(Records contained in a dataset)
━━━━

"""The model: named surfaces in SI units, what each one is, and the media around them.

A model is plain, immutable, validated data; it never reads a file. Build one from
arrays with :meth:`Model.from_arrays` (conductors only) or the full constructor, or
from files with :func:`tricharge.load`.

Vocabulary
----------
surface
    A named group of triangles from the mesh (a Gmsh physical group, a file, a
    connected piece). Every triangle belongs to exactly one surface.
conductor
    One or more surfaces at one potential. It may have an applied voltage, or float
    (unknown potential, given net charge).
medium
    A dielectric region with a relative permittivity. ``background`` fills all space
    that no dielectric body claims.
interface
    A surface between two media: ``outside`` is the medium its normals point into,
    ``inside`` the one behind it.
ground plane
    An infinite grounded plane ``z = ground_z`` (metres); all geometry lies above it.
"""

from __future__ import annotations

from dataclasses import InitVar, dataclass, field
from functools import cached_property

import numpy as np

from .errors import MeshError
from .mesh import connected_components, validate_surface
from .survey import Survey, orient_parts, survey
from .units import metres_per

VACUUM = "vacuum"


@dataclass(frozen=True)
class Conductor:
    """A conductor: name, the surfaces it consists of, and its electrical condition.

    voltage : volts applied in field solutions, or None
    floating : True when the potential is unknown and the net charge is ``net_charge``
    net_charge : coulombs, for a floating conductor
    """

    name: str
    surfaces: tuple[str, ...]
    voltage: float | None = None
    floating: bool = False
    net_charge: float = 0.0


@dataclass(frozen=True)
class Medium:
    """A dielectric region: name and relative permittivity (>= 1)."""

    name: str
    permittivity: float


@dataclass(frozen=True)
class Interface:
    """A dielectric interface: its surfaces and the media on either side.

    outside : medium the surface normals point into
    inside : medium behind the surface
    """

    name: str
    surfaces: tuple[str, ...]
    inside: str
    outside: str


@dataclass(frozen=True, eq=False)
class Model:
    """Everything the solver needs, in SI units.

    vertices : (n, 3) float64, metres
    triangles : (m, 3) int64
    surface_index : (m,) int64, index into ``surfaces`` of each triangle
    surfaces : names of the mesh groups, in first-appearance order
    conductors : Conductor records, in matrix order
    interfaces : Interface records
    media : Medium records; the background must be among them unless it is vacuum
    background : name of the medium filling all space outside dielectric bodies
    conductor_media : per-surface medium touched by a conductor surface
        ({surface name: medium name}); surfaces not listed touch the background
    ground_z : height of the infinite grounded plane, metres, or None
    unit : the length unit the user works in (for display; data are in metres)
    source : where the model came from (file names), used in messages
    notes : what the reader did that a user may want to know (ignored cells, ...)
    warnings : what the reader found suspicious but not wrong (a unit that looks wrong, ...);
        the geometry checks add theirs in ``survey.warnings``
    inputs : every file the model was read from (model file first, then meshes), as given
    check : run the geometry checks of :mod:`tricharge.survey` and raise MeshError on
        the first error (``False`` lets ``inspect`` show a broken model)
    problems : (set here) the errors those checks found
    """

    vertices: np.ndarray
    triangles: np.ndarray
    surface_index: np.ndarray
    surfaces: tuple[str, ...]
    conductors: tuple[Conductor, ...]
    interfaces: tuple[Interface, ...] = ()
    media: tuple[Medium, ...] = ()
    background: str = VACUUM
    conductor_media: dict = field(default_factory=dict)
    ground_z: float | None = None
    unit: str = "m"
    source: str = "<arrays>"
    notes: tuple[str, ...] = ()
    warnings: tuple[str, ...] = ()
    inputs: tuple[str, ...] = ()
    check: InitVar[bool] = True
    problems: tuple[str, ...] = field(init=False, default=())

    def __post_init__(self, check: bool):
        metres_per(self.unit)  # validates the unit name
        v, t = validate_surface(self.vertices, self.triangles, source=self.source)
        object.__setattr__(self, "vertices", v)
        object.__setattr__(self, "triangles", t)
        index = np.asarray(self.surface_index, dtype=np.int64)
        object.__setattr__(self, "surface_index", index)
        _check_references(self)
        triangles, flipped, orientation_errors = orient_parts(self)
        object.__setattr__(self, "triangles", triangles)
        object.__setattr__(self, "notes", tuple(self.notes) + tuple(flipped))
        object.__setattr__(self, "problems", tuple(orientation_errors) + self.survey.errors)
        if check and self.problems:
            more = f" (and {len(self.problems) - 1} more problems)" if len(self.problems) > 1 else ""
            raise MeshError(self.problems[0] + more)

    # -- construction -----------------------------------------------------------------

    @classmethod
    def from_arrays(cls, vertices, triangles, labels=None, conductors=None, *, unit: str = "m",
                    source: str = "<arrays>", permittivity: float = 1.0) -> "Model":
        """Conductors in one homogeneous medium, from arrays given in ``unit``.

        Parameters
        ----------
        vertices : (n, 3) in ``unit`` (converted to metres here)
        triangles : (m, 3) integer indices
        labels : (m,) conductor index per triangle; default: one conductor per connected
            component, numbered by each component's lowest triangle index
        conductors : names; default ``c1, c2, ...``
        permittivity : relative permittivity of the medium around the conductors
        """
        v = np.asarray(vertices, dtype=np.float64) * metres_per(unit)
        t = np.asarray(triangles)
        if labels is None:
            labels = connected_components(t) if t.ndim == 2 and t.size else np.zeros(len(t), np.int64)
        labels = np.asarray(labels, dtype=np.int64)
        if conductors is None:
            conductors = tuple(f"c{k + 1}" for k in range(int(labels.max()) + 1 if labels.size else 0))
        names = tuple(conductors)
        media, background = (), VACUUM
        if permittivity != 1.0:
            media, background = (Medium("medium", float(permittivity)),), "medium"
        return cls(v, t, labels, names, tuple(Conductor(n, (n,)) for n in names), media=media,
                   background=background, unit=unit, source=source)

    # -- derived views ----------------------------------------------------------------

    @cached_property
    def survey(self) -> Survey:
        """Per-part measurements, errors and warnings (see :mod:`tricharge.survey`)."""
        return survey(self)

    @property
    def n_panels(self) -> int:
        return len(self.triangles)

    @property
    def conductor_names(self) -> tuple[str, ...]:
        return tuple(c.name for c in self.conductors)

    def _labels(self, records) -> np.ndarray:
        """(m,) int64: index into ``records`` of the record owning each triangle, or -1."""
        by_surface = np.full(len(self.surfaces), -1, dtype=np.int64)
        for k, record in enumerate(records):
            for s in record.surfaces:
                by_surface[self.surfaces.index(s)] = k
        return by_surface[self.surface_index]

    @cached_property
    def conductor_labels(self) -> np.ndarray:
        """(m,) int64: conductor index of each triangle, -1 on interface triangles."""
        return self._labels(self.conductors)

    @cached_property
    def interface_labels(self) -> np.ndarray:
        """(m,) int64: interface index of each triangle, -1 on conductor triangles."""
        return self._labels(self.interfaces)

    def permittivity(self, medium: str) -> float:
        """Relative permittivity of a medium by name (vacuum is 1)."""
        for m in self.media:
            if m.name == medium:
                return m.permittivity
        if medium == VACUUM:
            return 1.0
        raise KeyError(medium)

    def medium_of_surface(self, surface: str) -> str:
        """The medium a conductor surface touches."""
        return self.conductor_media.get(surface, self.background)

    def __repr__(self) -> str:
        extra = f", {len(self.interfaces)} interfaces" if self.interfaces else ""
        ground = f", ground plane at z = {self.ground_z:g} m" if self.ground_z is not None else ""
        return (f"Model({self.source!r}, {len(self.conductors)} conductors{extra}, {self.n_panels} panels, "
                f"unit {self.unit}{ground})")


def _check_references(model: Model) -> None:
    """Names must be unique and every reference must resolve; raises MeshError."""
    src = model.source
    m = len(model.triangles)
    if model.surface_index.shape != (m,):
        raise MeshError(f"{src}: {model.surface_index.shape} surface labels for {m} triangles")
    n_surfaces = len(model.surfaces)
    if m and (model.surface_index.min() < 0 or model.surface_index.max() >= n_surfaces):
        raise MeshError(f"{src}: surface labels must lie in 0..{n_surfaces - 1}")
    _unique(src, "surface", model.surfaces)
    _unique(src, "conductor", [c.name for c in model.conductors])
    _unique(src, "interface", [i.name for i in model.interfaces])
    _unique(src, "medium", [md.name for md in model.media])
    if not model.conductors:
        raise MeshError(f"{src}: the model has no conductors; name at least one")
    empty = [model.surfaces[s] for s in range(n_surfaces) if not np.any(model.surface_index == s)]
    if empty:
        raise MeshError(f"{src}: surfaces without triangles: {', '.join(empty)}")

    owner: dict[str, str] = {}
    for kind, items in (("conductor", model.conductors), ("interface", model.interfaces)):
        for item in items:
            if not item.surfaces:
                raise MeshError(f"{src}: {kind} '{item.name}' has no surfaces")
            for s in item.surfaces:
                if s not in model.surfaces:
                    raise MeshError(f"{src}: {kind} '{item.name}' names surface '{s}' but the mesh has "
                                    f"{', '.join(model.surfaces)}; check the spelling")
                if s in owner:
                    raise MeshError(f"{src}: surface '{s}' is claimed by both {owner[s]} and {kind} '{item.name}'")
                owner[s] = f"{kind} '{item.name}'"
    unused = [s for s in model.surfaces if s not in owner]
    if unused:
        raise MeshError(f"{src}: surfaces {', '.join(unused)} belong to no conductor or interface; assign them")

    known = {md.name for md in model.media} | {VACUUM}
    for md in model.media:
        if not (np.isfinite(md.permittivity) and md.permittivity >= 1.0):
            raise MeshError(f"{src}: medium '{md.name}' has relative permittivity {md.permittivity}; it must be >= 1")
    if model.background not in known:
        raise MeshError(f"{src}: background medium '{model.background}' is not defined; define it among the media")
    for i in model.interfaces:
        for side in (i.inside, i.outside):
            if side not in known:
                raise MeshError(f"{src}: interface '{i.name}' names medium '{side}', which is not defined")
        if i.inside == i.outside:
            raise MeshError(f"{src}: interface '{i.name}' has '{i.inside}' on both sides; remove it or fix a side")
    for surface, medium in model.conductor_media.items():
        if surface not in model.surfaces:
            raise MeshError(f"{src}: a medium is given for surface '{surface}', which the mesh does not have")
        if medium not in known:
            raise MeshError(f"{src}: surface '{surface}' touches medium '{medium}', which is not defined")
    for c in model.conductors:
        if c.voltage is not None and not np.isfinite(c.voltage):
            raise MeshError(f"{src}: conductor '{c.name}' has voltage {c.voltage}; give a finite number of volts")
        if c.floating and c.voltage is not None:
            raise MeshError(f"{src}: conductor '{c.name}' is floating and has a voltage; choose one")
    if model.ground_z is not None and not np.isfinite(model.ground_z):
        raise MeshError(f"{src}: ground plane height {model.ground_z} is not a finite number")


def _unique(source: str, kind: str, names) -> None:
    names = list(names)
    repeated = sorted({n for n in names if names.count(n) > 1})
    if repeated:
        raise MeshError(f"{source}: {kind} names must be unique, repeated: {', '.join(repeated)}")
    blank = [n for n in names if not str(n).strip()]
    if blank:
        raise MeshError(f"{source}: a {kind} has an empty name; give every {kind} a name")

━━━━

▶ [Aim of the task]: Beginning with the line that has "has relative permittivity" and ending with the line that has "if side not", set down the lines above exactly and include no others.

▶ [Exercise answer]:
            raise MeshError(f"{src}: medium '{md.name}' has relative permittivity {md.permittivity}; it must be >= 1")
    if model.background not in known:
        raise MeshError(f"{src}: background medium '{model.background}' is not defined; define it among the media")
    for i in model.interfaces:
        for side in (i.inside, i.outside):
            if side not in known:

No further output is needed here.